Teoría del desenvolvimiento ético y moral buscando la excelencia.  Una interpretación – Apartado 7 – Capítulo VI – Justicia y Economía

JUSTICIA Y ECONOMÍA

CAPÍTULO  VI

 LA  EXIGENCIA  CONTINUA  DE  LA  MORAL  PERSONAL  EN  LA ECONOMÍA  LIBRE  DE  MERCADO.

Apartado 7

Teoría del desenvolvimiento ético y moral buscando la excelencia.  Una interpretación.   

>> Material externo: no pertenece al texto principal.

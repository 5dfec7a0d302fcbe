package classify

import (
	"math"
	"math/rand/v2"
	"testing"

	"gonum.org/v1/gonum/mat"
)

// boostStepData draws n rows of x ~ Uniform(−2, 2) and a noise column,
// with log-odds η(x) = −0.5 + 2·[x > 0.5]: a step that no smooth start
// fits, so the trees must.
func boostStepData(n int, seed uint64) (*mat.Dense, []float64, []float64) {
	rng := rand.New(rand.NewPCG(seed, 7))
	x := mat.NewDense(n, 2, nil)
	y := make([]float64, n)
	eta := make([]float64, n)
	for i := range n {
		v := 4*rng.Float64() - 2
		x.Set(i, 0, v)
		x.Set(i, 1, rng.NormFloat64())
		eta[i] = -0.5
		if v > 0.5 {
			eta[i] += 2
		}
		if rng.Float64() < 1/(1+math.Exp(-eta[i])) {
			y[i] = 1
		}
	}
	return x, y, eta
}

// TestBoostedStartKeepsSteps: where the log-odds is a step, the trees
// grown from the Expanded start still fit it: the test log loss is within
// 0.01 of the Bayes loss (computed from the generating log-odds;
// analytic) and within 0.005 of the trees started from a constant.
func TestBoostedStartKeepsSteps(t *testing.T) {
	xtr, ytr, _ := boostStepData(20000, 1)
	xte, yte, eta := boostStepData(10000, 2)
	bayes := boostLogLoss(eta, yte, ones(len(yte)))
	trees := NewBoosted()
	trees.Start = nil
	var loss [2]float64
	for k, l := range []Boosted{NewBoosted(), trees} {
		m, err := l.Fit(xtr, ytr, nil, 3)
		if err != nil {
			t.Fatal(err)
		}
		loss[k] = boostTestLogLoss(m, xte, yte)
		t.Logf("start %v: test log loss %.4f (%d trees, started %v), Bayes %.4f", l.Start != nil, loss[k], m.(*BoostedModel).Trees(), m.(*BoostedModel).Started(), bayes)
	}
	if loss[0] > bayes+0.01 {
		t.Errorf("from the start: test log loss %.4f > Bayes %.4f + 0.01", loss[0], bayes)
	}
	if loss[0] > loss[1]+0.005 {
		t.Errorf("from the start: test log loss %.4f > %.4f from a constant + 0.005", loss[0], loss[1])
	}
}

func ones(n int) []float64 {
	w := make([]float64, n)
	for i := range w {
		w[i] = 1
	}
	return w
}

// TestBoostedStartClamp: one extreme input among 2 000 rows, where the
// Expanded start's square term extrapolates, gets log-odds no further out
// than the start's (MinLeafRows+1)-th most extreme training value (the
// clamp in fitStart's doc comment), plus what the trees add (none here:
// one round at a tiny learning rate).
func TestBoostedStartClamp(t *testing.T) {
	x, y := boostGaussianData(2000, 0.5, 1.6, 31)
	x.Set(0, 0, 40) // 40 standard deviations out: typical range keeps it
	l := NewBoosted()
	l.ValidationFraction, l.Rounds, l.LearningRate = 0, 1, 1e-9
	m, err := l.Fit(x, y, nil, 1)
	if err != nil {
		t.Fatal(err)
	}
	bm := m.(*BoostedModel)
	if !bm.Started() {
		t.Fatal("the start was not kept")
	}
	got := make([]float64, 1)
	bm.LogOdds(mat.NewDense(1, 2, []float64{40, 0}), got)
	raw := make([]float64, 1)
	bm.start.model.LogOdds(mat.NewDense(1, 2, []float64{40, 0}), raw)
	t.Logf("start log-odds at x = 40: %.2f unclamped, %.2f clamped to [%.2f, %.2f]", raw[0], got[0], bm.start.lo, bm.start.hi)
	if !(raw[0] > bm.start.hi) {
		t.Fatalf("the extreme value is inside the bounds (%.2f ≤ %.2f): the test does not reach the clamp", raw[0], bm.start.hi)
	}
	if math.Abs(got[0]-bm.start.hi) > 1e-6 {
		t.Errorf("log-odds at x = 40: %.4f, want the bound %.4f", got[0], bm.start.hi)
	}
	// The bound leaves MinLeafRows training values above it.
	z := make([]float64, x.RawMatrix().Rows)
	bm.start.model.LogOdds(x, z)
	var above int
	for _, v := range z {
		if v > bm.start.hi {
			above++
		}
	}
	if above != l.MinLeafRows {
		t.Errorf("%d training values above the bound, want MinLeafRows = %d", above, l.MinLeafRows)
	}
}

// TestBoostedStartDropped: on pure noise (targets independent of 12
// columns, 300 rows) the Expanded start, with its squares and products,
// fits noise and does worse on the validation split than the constant
// log prior odds, so the trees start from the constant.
func TestBoostedStartDropped(t *testing.T) {
	rng := rand.New(rand.NewPCG(5, 5))
	const n, p = 300, 12
	x := mat.NewDense(n, p, nil)
	y := make([]float64, n)
	for i := range n {
		for j := range p {
			x.Set(i, j, rng.NormFloat64())
		}
		if rng.Float64() < 0.5 {
			y[i] = 1
		}
	}
	l := NewBoosted()
	l.ValidationFraction = 0.3
	m, err := l.Fit(x, y, nil, 1)
	if err != nil {
		t.Fatal(err)
	}
	if m.(*BoostedModel).Started() {
		t.Error("the start was kept on pure noise")
	}
}
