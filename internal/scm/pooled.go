package scm

import (
	"fmt"
	"strconv"

	"github.com/gapwise/gapwise/attribution"
	"gonum.org/v1/gonum/mat"
)

// Columns returns, for every node, its columns in the feature matrix built
// by Pooled: one column for a continuous or binary node, Levels−1 indicator
// columns for a categorical node (level 0 is the baseline), in node order.
// p is the total number of columns.
func (m *Model) Columns() (cols [][]int, p int) {
	cols = make([][]int, len(m.Nodes))
	for i, n := range m.Nodes {
		width := 1
		if n.Kind == Categorical {
			width = n.Levels - 1
		}
		for c := 0; c < width; c++ {
			cols[i] = append(cols[i], p)
			p++
		}
	}
	return cols, p
}

// ColumnNames names the columns of Columns: the node name, or
// "node=level" for the indicators of a categorical node.
func (m *Model) ColumnNames() []string {
	var names []string
	for _, n := range m.Nodes {
		if n.Kind != Categorical {
			names = append(names, n.Name)
			continue
		}
		for l := 1; l < n.Levels; l++ {
			names = append(names, n.Name+"="+strconv.Itoa(l))
		}
	}
	return names
}

// Mechanisms returns one attribution.Mechanism per node, in node order, with
// column indices of Columns.
func (m *Model) Mechanisms() []attribution.Mechanism {
	cols, _ := m.Columns()
	mechs := make([]attribution.Mechanism, len(m.Nodes))
	for i, n := range m.Nodes {
		mech := attribution.Mechanism{Node: n.Name, NodeCols: append([]int(nil), cols[i]...)}
		for _, p := range n.Parents {
			mech.Parents = append(mech.Parents, m.Nodes[p].Name)
			mech.ParentCols = append(mech.ParentCols, cols[p]...)
		}
		mechs[i] = mech
	}
	return mechs
}

// Pooled draws nRef reference and nCmp comparison records (Sample with the
// same seed) and packs them as the engine's input: reference rows first,
// then comparison rows, features encoded as in Columns; the columns of
// Probability nodes are the Sample's ProbabilityCols.
func Pooled(m *Model, nRef, nCmp int, seed uint64) (*attribution.Sample, []attribution.Mechanism, error) {
	if nRef < 1 || nCmp < 1 {
		return nil, nil, fmt.Errorf("scm: Pooled needs records in both groups, got %d reference and %d comparison", nRef, nCmp)
	}
	ref, err := Sample(m, Reference, nRef, seed)
	if err != nil {
		return nil, nil, err
	}
	cmp, err := Sample(m, Comparison, nCmp, seed)
	if err != nil {
		return nil, nil, err
	}
	cols, p := m.Columns()
	n := nRef + nCmp
	s := &attribution.Sample{
		X:          mat.NewDense(n, p, nil),
		Comparison: make([]bool, n),
		Labels:     append(append([]float64(nil), ref.Labels...), cmp.Labels...),
		Scores:     append(append([]float64(nil), ref.Scores...), cmp.Scores...),
	}
	for i, node := range m.Nodes {
		if node.Kind == Probability {
			s.ProbabilityCols = append(s.ProbabilityCols, cols[i][0])
		}
	}
	for j := 0; j < n; j++ {
		v := ref.Values
		jj := j
		if j >= nRef {
			v, jj = cmp.Values, j-nRef
			s.Comparison[j] = true
		}
		for i, node := range m.Nodes {
			x := v[jj][i]
			if node.Kind != Categorical {
				s.X.Set(j, cols[i][0], x)
				continue
			}
			if l := int(x); l > 0 {
				s.X.Set(j, cols[i][l-1], 1)
			}
		}
	}
	return s, m.Mechanisms(), nil
}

Esta teoría está fundamentada en principios hayekianos evolutivos y es especialmente apropiada para ser aplicada a la interconexión de los mercados de bienes y servicios, así como al de los activos financieros y a la interdependencia de las virtudes morales[1] que tan bien explicaron nuestros filósofos morales del siglo de oro. Interdependencia y armonía moral estimulada continuamente  por la aspiración a la excelencia en el actuar. Téngase en primer lugar en cuenta que siempre ha ocurrido que la competencia ética y moral no es otra cosa que competencia en calidad humana. Si ello ha ocurrido siempre, debe también señalarse que hoy en día, en los numerosísimos intercambios diarios –cada vez mayores en cuanto que estamos en una era mucho más poblada de personas físicas y también de personas jurídicas- prevalecen en la actualidad más los intercambios de ideas, actitudes e información que los intercambios de mercancías. En unas sociedades con altos índices de productividad, y saturadas las más desarrolladas de bienes materiales, se hace cada vez más imprescindible el intercambio civilizado de actitudes, hábitos positivos y conocimientos: las relaciones humanas interpersonales.

Si el intercambio  real y monetario es un fenómeno de suma multiplicadamente positiva, con mucha mayor razón y fundamento la comunicación, transparencia y contraste de las conductas morales ejemplares. Con indudables ventajas añadidas: un hábito positivo, aunque se  transmita de forma ejemplar y gratuita a los demás, sigue perteneciendo también al patrimonio personal de quien lo posee y practica. Aunque enriquece a los demás no  empobrece a quien lo practica y lo pone habitualmente por obra. Al contrario, enriquece aún más a quien repetidamente lo transmite con su actuar. Por lo tanto, quien lo da a los demás, paradójicamente, no necesita nada a cambio. Es también, y quizás es ésta su mejor virtualidad, un aprendizaje personal.

El libre y responsable intercambio de actitudes, a través de ese instrumento valiosísimo de coordinación e información que es la ciencia moral de las virtudes clásicas –tan hayekiana y que desarrollaremos aún más en el último capítulo- , va guiando a los sujetos mostrándoles cómo podrán alcanzar mejor sus propios objetivos en libre cooperación. Se convierte así  esa ciencia práctica en una institución que ordena espontáneamente el sistema en su conjunto dotándolo de razón y sentido. Cada hábito de conducta, así como los actos pertinentes que van conformando esos hábitos operativos -al igual que vimos que ocurría con cada precio en la economía monetaria- es irrepetible y contiene información privilegiada para todo el que lo sepa comprender y practicar porque es fruto de la actuación y experiencia original de las personas concretas de carne y hueso.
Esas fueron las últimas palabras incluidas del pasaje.